Le système a encore un mérite ; rien n’empêche de faire
circuler des novices, des gens ne connaissant pas tout ce travail des betteraves ;
ils opèrent même sans instrument, se contentant d’arracher ce qui est superflu.
Dans les pays de l’Europe centrale, c’est ainsi en deux temps que l’on
opère ; mais la première phase comporte la main-d’œuvre spécialisée
chargée de donner les coups de binette en travers qui laissent les bouquets sur
lesquels opèrent ensuite les femmes, les enfants, à genoux, enlevant les
betteraves supplémentaires.
Mais, il ne faut oublier que ce travail mécanique, aveugle,
n’est satisfaisant que si la levée est parfaite ; un manque dans la ligne,
c’est un trou dans la suite et une betterave qui fait défaut. C’est justement
tout le talent des ouvriers bineurs de discerner la betterave compensatrice au
voisinage de l’emplacement qu’une plante bien située devrait occuper. Ainsi,
avec une levée imparfaite, le passage en travers risque de provoquer des
dommages sérieux dans le rendement.
C’est en se basant sur cette observation que l’on a imaginé
autre chose, le plaçage préalable par petits bouts. La houe porte des cœurs
distants de 6-8-10 centimètres ; dans un semis aussi bien fait que
possible, en travers ou en biais, la houe ainsi agencée passe ; elle
laisse, ainsi que le titre l’indique, des petits bouts de lignes de betteraves,
parmi lesquels on choisira suivant les circonstances. Il reste plus de travail
à faire ; ce sont plutôt des spécialistes qui devront encore intervenir,
mais on se rapproche un peu de la façon que donne le bineur.

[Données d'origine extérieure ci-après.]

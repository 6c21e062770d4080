package cholesky

import "gonum.org/v1/gonum/mat"

// KLDivergence returns KL(N(0,Θ) ‖ N(0,Θ̃)) for the exact kernel matrix theta (in the user's
// point order) and its log-determinant, from
//
//	2·KL = tr(LᵀΘL) − N − log det Θ + log det Θ̃
//
// (the KL divergence of two centred Gaussians; Schäfer, Katzfuss, Owhadi 2021, §2; DESIGN.md
// §4). It also returns tr(LᵀΘL), which is N at the KL-optimal factor, as a check. It reads
// Σⱼ mⱼ² entries of theta for columns of mⱼ rows, so it suits a dense theta (the accuracy
// tables use gonum's mat.SymDense up to N ≈ 10⁴) or any mat.Symmetric with cheap At.
// It panics if theta is not N×N.
func (f *Factor) KLDivergence(theta mat.Symmetric, logDetTheta float64) (kl, trace float64) {
	if theta.SymmetricDim() != f.n {
		panic("cholesky: the kernel matrix is not N×N")
	}
	var users []int
	for j := range f.n {
		rows, vals := f.col(j)
		users = users[:0]
		for _, r := range rows {
			users = append(users, f.order[r])
		}
		for a, ia := range users {
			var s float64
			for b, ib := range users {
				s += theta.At(ia, ib) * vals[b]
			}
			trace += vals[a] * s
		}
	}
	return 0.5 * (trace - float64(f.n) - logDetTheta + f.LogDet()), trace
}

Des essais ont été effectués l’année dernière à
l’instigation du Comité interprofessionnel pour l’amélioration mécanique de la
culture de la betterave, et un mouvement s’est dessiné en faveur de cette
méthode des petits bouts. On peut donc l’indiquer et même la recommander. La
seule mise au point consiste dans la confection de petits cœurs que l’on fixe
sur la barre transversale.
Tous ces moyens sont appelés à donner des résultats très
divers ; mieux encore, ils laisseront dans l’esprit des personnes qui les
essaieront, qui les adopteront, des impressions qui devront être corrigées et mises
au point. En réalité, seule, l’expérience systématiquement organisée et suivie
devrait autoriser des conclusions ; mais pourra-t-on chercher avec toute
l’attention voulue ? on fera à peu près des observations.

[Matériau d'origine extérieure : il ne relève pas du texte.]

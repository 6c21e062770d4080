package cholesky

import (
	"context"
	"errors"
	"fmt"
	"math"
	"math/rand/v2"
	"slices"
	"testing"

	"gonum.org/v1/gonum/mat"

	"github.com/kchol/kchol/kernels"
)

func randomVector(n int, seed uint64) []float64 {
	rng := rand.New(rand.NewPCG(seed, seed))
	v := make([]float64, n)
	for i := range v {
		v[i] = rng.NormFloat64()
	}
	return v
}

func TestKernelMatrixMulVecAgainstDense(t *testing.T) {
	// Reference: gonum's mat.SymDense.MulVec on the dense Θ built entry by entry with
	// Kernel.Eval (denseKernelMatrix). The two sums differ only in their order, so they agree
	// to about N·ε relative to Σ|Θᵢⱼ vⱼ| (standard rounding bound for dot products, Higham,
	// Accuracy and Stability of Numerical Algorithms, 2nd ed., §3.1).
	const roundingFactor = 4 // slack on the N·ε bound, our choice
	sizes := []int{1, 2, 3, 63, 64, 65, 511, 512, 513, 1100}
	if testing.Short() {
		sizes = []int{1, 2, 3, 63, 64, 65, 513}
	}
	for _, n := range sizes {
		for _, d := range []int{1, 2, 3} {
			for _, family := range allFamilies {
				nugget := 0.0
				if family == kernels.Matern32 {
					nugget = 0.25
				}
				name := fmt.Sprintf("n=%d/d=%d/%v/nugget=%g", n, d, family, nugget)
				t.Run(name, func(t *testing.T) {
					points := uniformPoints(n, d, 3)
					k := kernels.Stationary{Family: family, Dimension: d, LengthScale: 0.2, Variance: 1.5, Nugget: nugget}
					theta := denseKernelMatrix(k, points, d)
					v := randomVector(n, 5)
					var want mat.VecDense
					want.MulVec(theta, mat.NewVecDense(n, v))
					got, err := NewKernelMatrix(points, d, k).MulVecTo(context.Background(), nil, v, 2)
					if err != nil {
						t.Fatal(err)
					}
					for i := range n {
						var scale float64
						for j := range n {
							scale += math.Abs(theta.At(i, j) * v[j])
						}
						if diff := math.Abs(got[i] - want.AtVec(i)); diff > roundingFactor*float64(n)*0x1p-52*scale {
							t.Fatalf("row %d: got %v, gonum %v (difference %g, scale %g)", i, got[i], want.AtVec(i), diff, scale)
						}
					}
				})
			}
		}
	}
}

func TestKernelMatrixAt(t *testing.T) {
	// Reference: Kernel.Eval plus the nugget on the diagonal (the definition of Θ).
	const n, d = 7, 2
	points := uniformPoints(n, d, 1)
	k := kernels.Stationary{Family: kernels.Matern52, Dimension: d, LengthScale: 0.3, Nugget: 0.1}
	m := NewKernelMatrix(points, d, k)
	if r, c := m.Dims(); r != n || c != n || m.SymmetricDim() != n {
		t.Fatalf("Dims = %d, %d, SymmetricDim %d; want %d", r, c, m.SymmetricDim(), n)
	}
	const tolerance = 1e-15 // FillBlock and Eval compute the same formula, differently scaled
	for i := range n {
		for j := range n {
			want := k.Eval(points[i*d:(i+1)*d], points[j*d:(j+1)*d])
			if i == j {
				want += k.Nugget
			}
			if got := m.At(i, j); math.Abs(got-want) > tolerance {
				t.Errorf("At(%d, %d) = %v, want %v", i, j, got, want)
			}
			if m.At(i, j) != m.T().At(i, j) {
				t.Errorf("T().At(%d, %d) differs", i, j)
			}
		}
	}
}

func TestKernelMatrixWorkerDeterminism(t *testing.T) {
	// Property (the package's concurrency contract): the same bits for any worker count.
	n := 3000
	if testing.Short() {
		n = 1300
	}
	for _, d := range []int{2, 3} {
		t.Run(fmt.Sprintf("n=%d/d=%d", n, d), func(t *testing.T) {
			points := uniformPoints(n, d, 2)
			k := kernels.Stationary{Family: kernels.Matern12, Dimension: d, LengthScale: 0.1}
			m := NewKernelMatrix(points, d, k)
			v := randomVector(n, 9)
			want, err := m.MulVecTo(context.Background(), nil, v, 1)
			if err != nil {
				t.Fatal(err)
			}
			for _, workers := range []int{2, 3, 7} {
				got, err := m.MulVecTo(context.Background(), make([]float64, n), v, workers)
				if err != nil {
					t.Fatal(err)
				}
				if !slices.Equal(got, want) {
					t.Fatalf("workers=%d: result differs from workers=1", workers)
				}
			}
		})
	}
}

func TestKernelMatrixCancelled(t *testing.T) {
	const n, d = 2000, 2
	m := NewKernelMatrix(uniformPoints(n, d, 1), d, kernels.Stationary{Family: kernels.Matern32, Dimension: d, LengthScale: 0.1})
	ctx, cancel := context.WithCancel(context.Background())
	cancel()
	if _, err := m.MulVecTo(ctx, nil, make([]float64, n), 2); !errors.Is(err, context.Canceled) {
		t.Fatalf("err = %v, want context.Canceled", err)
	}
}

func TestKernelMatrixFromFactor(t *testing.T) {
	// The factor's exact operator is that of its points and kernel in the user's order:
	// checked against denseKernelMatrix of the original points.
	const n, d = 300, 2
	points := uniformPoints(n, d, 4)
	k := kernels.Stationary{Family: kernels.Matern32, Dimension: d, LengthScale: 0.2}
	f, err := New(context.Background(), points, d, k, nil)
	if err != nil {
		t.Fatal(err)
	}
	m := f.KernelMatrix()
	theta := denseKernelMatrix(k, points, d)
	const tolerance = 1e-15 // the same formula evaluated twice
	for i := range n {
		for j := range n {
			if math.Abs(m.At(i, j)-theta.At(i, j)) > tolerance {
				t.Fatalf("At(%d, %d) = %v, dense %v", i, j, m.At(i, j), theta.At(i, j))
			}
		}
	}
}

func TestKernelMatrixPanics(t *testing.T) {
	k := kernels.Stationary{Family: kernels.Matern32, Dimension: 2, LengthScale: 0.2}
	m := NewKernelMatrix(uniformPoints(4, 2, 1), 2, k)
	for _, c := range []struct {
		name string
		f    func()
	}{
		{"points not a multiple of d", func() { NewKernelMatrix(make([]float64, 3), 2, k) }},
		{"kernel dimension", func() { NewKernelMatrix(make([]float64, 6), 3, k) }},
		{"short v", func() { m.MulVecTo(context.Background(), nil, make([]float64, 3), 1) }},
		{"short dst", func() { m.MulVecTo(context.Background(), make([]float64, 3), make([]float64, 4), 1) }},
		{"At out of range", func() { m.At(4, 0) }},
	} {
		t.Run(c.name, func(t *testing.T) {
			defer func() {
				if recover() == nil {
					t.Fatal("no panic")
				}
			}()
			c.f()
		})
	}
}

func BenchmarkKernelMatrixMulVec(b *testing.B) {
	for _, n := range []int{1000, 10000} {
		b.Run(fmt.Sprintf("n=%d", n), func(b *testing.B) {
			points := uniformPoints(n, 2, 1)
			k := kernels.Stationary{Family: kernels.Matern32, Dimension: 2, LengthScale: 0.1}
			m := NewKernelMatrix(points, 2, k)
			v := randomVector(n, 1)
			dst := make([]float64, n)
			b.ReportAllocs()
			b.ResetTimer()
			for b.Loop() {
				if _, err := m.MulVecTo(context.Background(), dst, v, 0); err != nil {
					b.Fatal(err)
				}
			}
			b.ReportMetric(float64(n)*float64(n)*float64(b.N)/b.Elapsed().Seconds()/1e9, "Gentries/s")
		})
	}
}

On doit mettre en garde ceux qui interpréteront leurs
propres essais contre les apparences. Pour bien voir, il serait nécessaire de
partir de très bonnes levées ; celles-ci sont conditionnées à la fois par
la qualité des semences, par l’état du terrain au moment du semis et par les
conditions dans lesquelles la levée s’effectue en raison de la température et
de l’humidité. Par conséquent, commencer par mettre toutes les chances de son
côté en employant suffisamment de bonnes semences et en préparant la terre avec
le plus grand soin. Est-ce là un langage de guerre quand tout fait défaut et
que, seule souvent, la bonne volonté doit suppléer à des moyens
défaillants ?
Nous voudrions voir partager nos préoccupations par ceux qui
ont l’aide partielle ou totale entre les mains ; c’est si grave, cette production
agricole du sucre et de l’alcool ; c’est si grave de maintenir le
potentiel du pays pour le blé de 1941, s’il faut qu’il soit encore sous le
signe de la guerre ; ce sera même encore si attachant si le blé de 1941 se
développe plus ou moins tard sous le signe de la paix. Effort partout, effort
prolongé.
Que les difficultés se multiplient ce printemps et, la chose
peut arriver, les semis effectués risqueront d’être paralysés dans leurs effets
par l’invasion des mauvaises herbes, par la pousse trop brutale même des jeunes
betteraves. Contre l’herbe, la houe, dira-t-on encore; seulement la houe passe
entre les rangs, elle délaisse le rang, ce qui n’est pas atteint de chaque
côté. Peut-on se défendre un peu en arrosant les champs avec des sels de cuivre
pulvérisés, exactement comme s’il s’agissait d’un champ de céréales ? pas
de crainte à avoir pour les betteraves ou si peu, que le mal à redouter est
moins grave que l’étouffement. Là encore, le démariage par petits bouts donnera
du répit. C’est sur toute la ligne le fameux quart d’heure au cours duquel il
faut tenir.
L. BRÉTIGNIÈRE,
Ingénieur agricole, professeur à Grignon.